PAUL SCHRADER, who wrote and directed First Reformed (Cert. 15), was raised as a strict Calvinist. Never allowed to watch films, at 17 years old he broke loose and began a lifetime’s devotion to cinema. Before writing screenplays (e.g. The Last Temptation of Christ) or directing, he taught film studies. His book Transcendental Style in Film identified Robert Bresson as a director whose films teem with theological investigation, none more so than Diary of a Country Priest (1951).
That is where First Reformed comes in; for it covers similar ground. In both cases, a sad clergyman pastors a dwindling congregation. Both have stomach complaints. Like Bresson’s character, the Revd Ernst Toller (Ethan Hawke) keeps a journal reflecting on his life at Snowbridge Reformed Church, in upstate New York, “It’s a form of prayer,” he says. Both clergy subsist on a “holy-communion diet” of bread and alcohol.
Toller’s lack of enthusiasm for celebrating Snowbridge’s 250th anniversary is compensated for by the prospering Abundant Life Church under whose auspices he operates. A parishioner, Mary (Amanda Seyfried), approaches him. Her husband, Michael (Philip Ettinger), is in despair over the world’s ecological degradation. Toller suggests seeing an Abundant Life counsellor, but she counters that it feels more like a company than a church.
Visiting Michael is a troublesome experience for both men, leading to tragic conclusions. It re-opens Toller’s own excruciating wounds after his son’s death and resultant marital breakdown. It feels that Toller should get out more. A close-up of his bedside reading indicates that his mentors all have Catholic roots — Thomas Merton’s letters, The Cloud of Unknowing, and G. K. Chesterton’s Heretics. His superior, the Revd Joel Jeffers (Cedric Antonio Kyles), accuses him of being stuck in Gethsemane (unlike Life Abundant’s fixation on euphoria).
Toller does have moments of true transcendence, whether on a cycle ride with Mary or entertaining something of Julian of Norwich’s serenity when holding a nutshell as he prays. The problem is that they jolt uneasily with the general tone of the picture. The minister’s hitherto earthbound existence suddenly takes flight, and we are walking in the air, no longer in Snowbridge, but Snowman territory.
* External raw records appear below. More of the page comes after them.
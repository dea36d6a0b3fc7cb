"""The slowest mode where walls hold the fluid but weakly: lambda << 1, where phases would lose digits.

Written with the Bessel functions themselves, ``phi = r^-nu (Y_nu(lambda r) J_a - J_nu(lambda r) Y_a) / |H_a|`` with
``_a`` the lower wall's condition, the same function as in ``modes``.
"""

from __future__ import annotations

import numpy as np
from scipy.optimize import brentq
from scipy.special import jv, yv

from transient.series.gapshape import FREE, GapShape

# Slower than this, phases lose digits.
WEAK = 1.0


def weak_root(shape: GapShape, below: float) -> tuple[float, float]:
    """(the one root below ``below``, its relative error)."""
    log_root = brentq(lambda v: _balance(shape, np.exp(v)), np.log(1e-12), np.log(below), xtol=1e-16, rtol=9e-16)
    root = float(np.exp(log_root))
    for _ in range(3):
        slope = (_balance(shape, root * (1 + 1e-4)) - _balance(shape, root * (1 - 1e-4))) / 2e-4
        root *= 1 - _balance(shape, root) / slope
    return root, float(1e-15 / abs(slope))


def weak_ends(shape: GapShape, root: float) -> tuple[np.ndarray, np.ndarray, np.ndarray]:
    """Values, slopes and (rotating) C_0 at both ends, each (2,)."""
    factor, j_part, y_part = _amounts(shape, root)
    ends = np.array([shape.a, shape.b])
    slope = -factor * root * ends**-shape.order * _mix(shape.order + 1, root * ends, j_part, y_part)
    value = factor * ends**-shape.order * _mix(shape.order, root * ends, j_part, y_part)
    for end, (slip, side) in enumerate(((shape.lower, 1.0), (shape.upper, -1.0))):
        if slip == FREE:
            slope[end] = 0.0
        elif slip < 1.0:
            value[end] = side * slip * slope[end]
        else:
            slope[end] = side * value[end] / slip
    spin = factor * _mix(0, root * ends, j_part, y_part) if shape.metric == 3 else np.zeros(2)
    return value, slope, spin


def weak_velocity(shape: GapShape, root: float, y: np.ndarray) -> np.ndarray:
    """The mode at ``y`` (k,)."""
    factor, j_part, y_part = _amounts(shape, root)
    r = shape.a + y
    return factor * r**-shape.order * _mix(shape.order, root * r, j_part, y_part)


def _mix(order: float, z: np.ndarray, j_part: float, y_part: float) -> np.ndarray:
    return yv(order, z) * j_part - jv(order, z) * y_part


def _amounts(shape: GapShape, root: float) -> tuple[float, float, float]:
    j_part, y_part = _condition(shape, root, shape.a, shape.lower, 1.0)
    size = np.hypot(j_part, y_part)
    return float(np.sqrt(np.pi * root / 2)), j_part / size, y_part / size


def _condition(shape: GapShape, x: float, r: float, slip: float, side: float) -> tuple[float, float]:
    """J and Y in a wall's condition, C_nu + side slip lambda C_(nu+1)."""
    return tuple(float(sum(parts)) for parts in _terms(shape, x, r, slip, side))  # type: ignore[return-value]


def _terms(shape: GapShape, x: float, r: float, slip: float, side: float) -> list[tuple[float, ...]]:
    nu = shape.order
    if slip == FREE:
        return [(f(nu + 1, x * r),) for f in (jv, yv)]
    return [(f(nu, x * r), side * slip * x * f(nu + 1, x * r)) for f in (jv, yv)]


def _balance(shape: GapShape, x: float) -> float:
    """The characteristic function over the size of its terms."""
    high = _terms(shape, x, shape.b, shape.upper, -1.0)
    j_high, y_high = (sum(parts) for parts in high)
    j_size, y_size = (sum(abs(part) for part in parts) for parts in high)
    if shape.axis:
        return j_high / j_size
    j_low, y_low = _condition(shape, x, shape.a, shape.lower, 1.0)
    return (j_low * y_high - y_low * j_high) / (abs(j_low) * y_size + abs(y_low) * j_size)
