"""A round pipe: coordinate from the axis to the bore, m = 1."""

from __future__ import annotations

import math

from transient.gap.shapes.shape import Ends, Shape, Size, Sizes, exactly_one


def _ends(sizes: Sizes) -> Ends:
    given = exactly_one(sizes, ("diameter", "radius"), 'diameter = "12 mm"')
    radius = sizes[given] / 2 if given == "diameter" else sizes[given]
    return Ends(0.0, radius, radius)


def _areas(ends: Ends, sizes: Sizes) -> tuple[float | None, float | None]:
    return None, 2 * math.pi * ends.outer * sizes["length"] if "length" in sizes else None


def _section(ends: Ends, sizes: Sizes) -> float | None:
    return math.pi * ends.outer**2


PIPE = Shape(
    name="pipe",
    word="pipe",
    motion=None,
    doc="A round pipe; its wall is the bore",
    metric=1,
    sizes=(
        Size("diameter", "length", "Diameter of the bore", "12 mm"),
        Size("radius", "length", "Radius of the bore, instead of the diameter", "6 mm"),
        Size("length", "length", "Length along the flow; needed for an area, a force or a pressure drop", "4 m"),
    ),
    walls=("axis", "bore"),
    ends=_ends,
    areas=_areas,
    section=_section,
    radii=lambda ends: (0.0, ends.outer),
    axis=True,
)
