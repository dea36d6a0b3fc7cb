"""Two parallel plates: coordinate from the lower to the upper one, m = 0."""

from __future__ import annotations

from transient.gap.shapes.shape import Ends, Shape, Size, Sizes


def _ends(sizes: Sizes) -> Ends:
    return Ends(0.0, sizes["height"], sizes["height"])


def _areas(ends: Ends, sizes: Sizes) -> tuple[float | None, float | None]:
    if "length" not in sizes or "width" not in sizes:
        return None, None
    area = sizes["length"] * sizes["width"]
    return area, area


def _section(ends: Ends, sizes: Sizes) -> float | None:
    return ends.gap * sizes["width"] if "width" in sizes else None


PLATES = Shape(
    name="plates",
    word="plates",
    motion=None,
    doc="Two parallel plates, wide against the gap between them",
    metric=0,
    sizes=(
        Size("height", "length", "Distance between the plates", "0.80 mm", required=True),
        Size("length", "length", "Length along the flow; needed for an area, a force or a pressure drop", "60 mm"),
        Size("width", "length", "Width across the flow; needed for an area, a force or a flow rate", "25 mm"),
    ),
    walls=("lower", "upper"),
    ends=_ends,
    areas=_areas,
    section=_section,
    radii=lambda ends: (0.0, 0.0),
)
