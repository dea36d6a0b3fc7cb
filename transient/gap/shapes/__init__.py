"""The gap shapes: one file and one entry each."""

from __future__ import annotations

from transient.gap.shapes.annulus_axial import ANNULUS_AXIAL
from transient.gap.shapes.annulus_rotating import ANNULUS_ROTATING
from transient.gap.shapes.pipe import PIPE
from transient.gap.shapes.plates import PLATES
from transient.gap.shapes.shape import Ends, Shape, ShapeError, Size

SHAPES: dict[str, Shape] = {shape.name: shape for shape in (PLATES, PIPE, ANNULUS_AXIAL, ANNULUS_ROTATING)}

__all__ = ["SHAPES", "Ends", "Shape", "ShapeError", "Size"]
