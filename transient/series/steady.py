"""Steady flow in closed form: plates, pipe, axial and rotating annulus, with slip and shear-free walls."""

from __future__ import annotations

from dataclasses import dataclass
from functools import lru_cache

import numpy as np

from transient.series.gapshape import FREE, GapShape, SeriesError


def log_rest(x: np.ndarray | float) -> np.ndarray | float:
    """log(1 + x) - x + x^2/2 without cancellation, x >= 0."""
    x = np.asarray(x, dtype=float)
    small = np.minimum(x, 0.25)
    series = np.zeros_like(x)
    for k in range(30, 2, -1):
        series = (1.0 if k % 2 else -1.0) / k + small * series
    return np.where(x < 0.25, small**3 * series, np.log1p(x) - x + x * x / 2)


@dataclass(frozen=True, eq=False)
class SteadyFlow:
    """Three unit steady flows: lower wall's speed, upper wall's speed, pressure drop per length (rows).

    Each is ``constant + wall q(y) + drop P(y)`` with q the profile driven by the lower wall's unit gradient and P
    that of the unit pressure drop; columns of ``weights`` (3, 3).  Dimensionless as in ``GapShape``.
    """

    shape: GapShape
    weights: np.ndarray

    def velocity(self, y: np.ndarray) -> np.ndarray:
        """(3, k) at ``y`` (k,)."""
        return self.weights @ np.stack([np.ones_like(y), *_profiles(self.shape, y)[0]])

    def stress(self) -> np.ndarray:
        """(3, 2): traction on the lower and upper wall."""
        slopes = _profiles(self.shape, np.array([0.0, 1.0]))[1]
        gradient = self.weights[:, 1:] @ slopes
        return gradient * np.array([self.shape.levers[0], -self.shape.levers[1]]) * self.shape.grips

    def mean(self) -> np.ndarray:
        """(3,) section average; in a rotating gap of the tangential speed over the radius."""
        return self.weights @ _means(self.shape)


@lru_cache(maxsize=512)
def steady_flow(shape: GapShape) -> SteadyFlow:
    """Unit steady flows of a gap.  Raises SeriesError where nothing holds the fluid back."""
    if shape.unrestrained:
        raise SeriesError("no wall holds the fluid back, so there is no steady state")
    (value, slope) = _profiles(shape, np.array([0.0, 1.0]))
    terms = np.array([[1.0, 1.0], *value])  # constant, q, P at both ends
    slopes = np.array([[0.0, 0.0], *slope])
    low = _condition(shape.lower, terms[:, 0], -slopes[:, 0])
    high = _condition(shape.upper, terms[:, 1], slopes[:, 1])
    rows = np.array([low, high])
    if shape.axis:
        rows[0] = [0.0, 1.0, 0.0]
    weights = np.zeros((3, 3))
    for i, right in enumerate(np.eye(3)):
        weights[i, :2] = np.linalg.solve(rows[:, :2], shape.grips * right[:2] - right[2] * rows[:, 2])
        weights[i, 2] = right[2]
    if shape.metric == 3:
        weights[2] = 0.0
    return SteadyFlow(shape, weights)


def _condition(slip: float, value: np.ndarray, outward: np.ndarray) -> np.ndarray:
    return outward if slip == FREE else value + slip * outward


def _profiles(shape: GapShape, y: np.ndarray) -> tuple[np.ndarray, np.ndarray]:
    """((2, k) q and P, (2, k) their slopes); q' = 1 and P' = 0 at the lower wall."""
    a, r = shape.a, shape.a + y
    if shape.metric == 0:
        return np.stack([y, -y * y / 2]), np.stack([np.ones_like(y), -y])
    if shape.axis:
        return np.stack([0 * y, -y * y / 4]), np.stack([0 * y, -y / 2])
    if shape.metric == 1:
        logarithm = np.log1p(y / a)
        wide = -y * (2 * a + y) / 4 + a * a / 2 * logarithm
        narrow = -y * y / 2 + a * a / 2 * log_rest(y / a)
        drop = np.where(y > a / 4, wide, narrow)
        return np.stack([a * logarithm, drop]), np.stack([a / r, -y * (2 * a + y) / (2 * r)])
    return np.stack([a * y * (2 * a + y) / (2 * r * r), 0 * y]), np.stack([(a / r) ** 3, 0 * y])


def _means(shape: GapShape) -> np.ndarray:
    """Means of 1, q, P (integrals by hand)."""
    a = shape.a
    if shape.metric == 0:
        return np.array([1.0, 0.5, -1.0 / 6.0])
    if shape.axis:
        return np.array([1.0, 0.0, -1.0 / 8.0])
    x = 1.0 / a
    rest = float(log_rest(x))
    if shape.metric == 1:
        if a > 4:
            moment = a * (0.5 - x * x / 4 + shape.b**2 * rest / 2)
            drop = -a / 4 - 3 / 16 + (a * shape.b) ** 2 * rest / 4
        else:
            moment = a * (shape.b**2 / 2 * np.log1p(x) - (2 * a + 1) / 4)
            drop = -((2 * a + 1) ** 2) / 16 + a / 2 * moment
        return np.array([1.0, moment / shape.volume, drop / shape.volume])
    spin = 1.0 - a * a * rest if a > 4 else a + 0.5 - a * a * np.log1p(x)
    return np.array([shape.volume, a / 2 * spin, 0.0])
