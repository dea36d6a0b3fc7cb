"""The compiled march: many gaps side by side in the lanes of the vector unit, one of them a batch of one.

Each step is a Crank-Nicolson stage to ``GAMMA`` of the step closed by a second-order backward difference stage with
the same matrix (Bank et al. 1985): second order, and unlike Crank-Nicolson alone it forgets what the grid cannot
resolve instead of ringing.  The local error is that of Hosea & Shampine (1996), passed once through the matrix so
that it is bounded for stiff modes.

Stages are solved for the rates ``f = dw/dt``, not for the velocities: a rate computed from differences of
velocities would lose all its digits in steps of 1e-15 s, and the rates make values between steps known.
Array layout ``[node, lane]``; inner loops run over lanes.
"""

from __future__ import annotations

import numpy as np

from transient.compiled import compiled, part
from transient.march.closure import (
    ALPHA,
    ERROR,
    GAMMA,
    PLACE,
    RATE,
    SHARE,
    SPEED,
    close_error,
    close_walls,
    guess_walls,
)
from transient.march.standstill import advance_walls, begin, impulse, left_curve, until_event
from transient.march.tridiagonal import solve_rates, substitute, unit_responses

# what a recorded row holds: the unknowns next to the walls, the mean of the unknowns with its rate, the walls' motion
# (speed, rate, place of the lower and of the upper) and the pressure drop per length
FIRST, LAST, MEAN, MEAN_RATE, WALLS, DROP, FIELDS = 0, 1, 2, 3, 4, 10, 11
RUNNING, DONE, FULL, STALLED, BROKEN, BEYOND = 0, 1, 2, 3, 4, 5
LANDS, EVENT = 1, 2  # marks of recorded rows: ends a piece of the drive; a body stops or breaks away here

GROW_MOST, SHRINK_MOST, AIM = 2.0, 0.2, 0.85
KEEP_ABOVE = 1.15  # a step that could grow by less keeps its length, and with it the factors


@part
def _input(poly, coeff, rate, piece, row, x, out):
    """Value, first and second derivative of one input at local time ``x`` into ``out`` (3,)."""
    c0, c1, c2, c3 = poly[piece, row, 0], poly[piece, row, 1], poly[piece, row, 2], poly[piece, row, 3]
    value = c0 + x * (c1 + x * (c2 + x * c3))
    slope = c1 + x * (2.0 * c2 + x * 3.0 * c3)
    curve = 2.0 * c2 + 6.0 * c3 * x
    for k in range(coeff.shape[2]):
        s = rate[piece, row, k]
        term = coeff[piece, row, k] * np.exp(s * x)
        value += term.real
        slope += (term * s).real
        curve += (term * s * s).real
    out[0], out[1], out[2] = value, slope, curve
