"""What a gap shape is: its sizes as a user gives them, and what they mean as one equation's numbers."""

from __future__ import annotations

from collections.abc import Callable, Mapping
from dataclasses import dataclass


class ShapeError(ValueError):
    """Sizes that contradict each other.

    ``key`` names the size at fault; ``fault`` what is wrong with it ("is not below the outer radius"); ``need`` what
    is needed instead.
    """

    def __init__(self, key: str, fault: str, need: str):
        super().__init__(f"{key} {fault}; {need}")
        self.key, self.fault, self.need = key, fault, need


@dataclass(frozen=True)
class Size:
    """One key of a shape: ``dimension`` is a plain word such as "length"; all sizes are above zero."""

    name: str
    dimension: str
    doc: str
    example: str
    required: bool = False


@dataclass(frozen=True)
class Ends:
    """The two ends' coordinates in m (plates: 0 and the height; pipe: 0 and the radius), and their distance.

    ``gap`` is stored beside them: in a narrow annulus the difference of the radii has lost its digits.
    """

    inner: float
    outer: float
    gap: float


Sizes = Mapping[str, float]


@dataclass(frozen=True)
class Shape:
    """A gap shape: one entry of the registry.

    ``name`` is unique; ``word`` and ``motion`` are what a case file says; ``metric`` is m of the one equation;
    ``walls`` the names of the inner and outer end; ``axis``: the inner end is a centre line, no wall.
    ``ends(sizes)`` raises ``ShapeError``; ``areas(ends, sizes)`` are the wetted areas of one gap in m^2, each None
    where the sizes do not tell; ``section(ends, sizes)`` the flow area in m^2 or None; ``radii(ends)`` the walls'
    radii in m, 0 for a flat one.  ``sizes`` maps key names to SI values; absent keys were not given.
    """

    name: str
    word: str
    motion: str | None
    doc: str
    metric: int
    sizes: tuple[Size, ...]
    walls: tuple[str, str]
    ends: Callable[[Sizes], Ends]
    areas: Callable[[Ends, Sizes], tuple[float | None, float | None]]
    section: Callable[[Ends, Sizes], float | None]
    radii: Callable[[Ends], tuple[float, float]]
    axis: bool = False

    @property
    def rotating(self) -> bool:
        """Whether speeds are angular and forces are torques."""
        return self.metric == 3

    @property
    def real_walls(self) -> tuple[str, ...]:
        """Names of the ends that are walls."""
        return self.walls[1:] if self.axis else self.walls


def exactly_one(sizes: Sizes, names: tuple[str, ...], example: str) -> str:
    """The one of ``names`` that is given; raises ``ShapeError`` where none or several are."""
    given = [name for name in names if name in sizes]
    words = " or ".join(names)
    if len(given) > 1:
        raise ShapeError(given[1], f"is given beside {given[0]}", f"one of {words} is needed")
    if not given:
        raise ShapeError(names[0], "is missing", f"one of {words} is needed, such as {example}")
    return given[0]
Toller’s character is not dissimilar to Travis Bickle in Taxi Driver, for which Schrader wrote his first solo screenplay. Both characters want to clean up the world and prepare to take desperate, self-sacrificial measures. The difference is that First Reformed offers forgiveness to those marooned by attempts to transcend their quotidian existence.
The film is remarkable but for a clumsy deus ex machina. At one level, First Reformed is a compendium of Schrader’s acknowledgements to great masters — Bergman, Dreyer, Tarkovsky, et al. — but the greatest debt is to Bresson. Unlike Jeffers, or certain characters in Diary of a Country Priest, Toller knows only too well how necessary despair is, as well as hope, in clothing the soul. Divine assistance come mysteriously. It is an insight as crucial now. The closing words of Diary, “All is grace,” find a contemporary echo in Schrader’s new piece.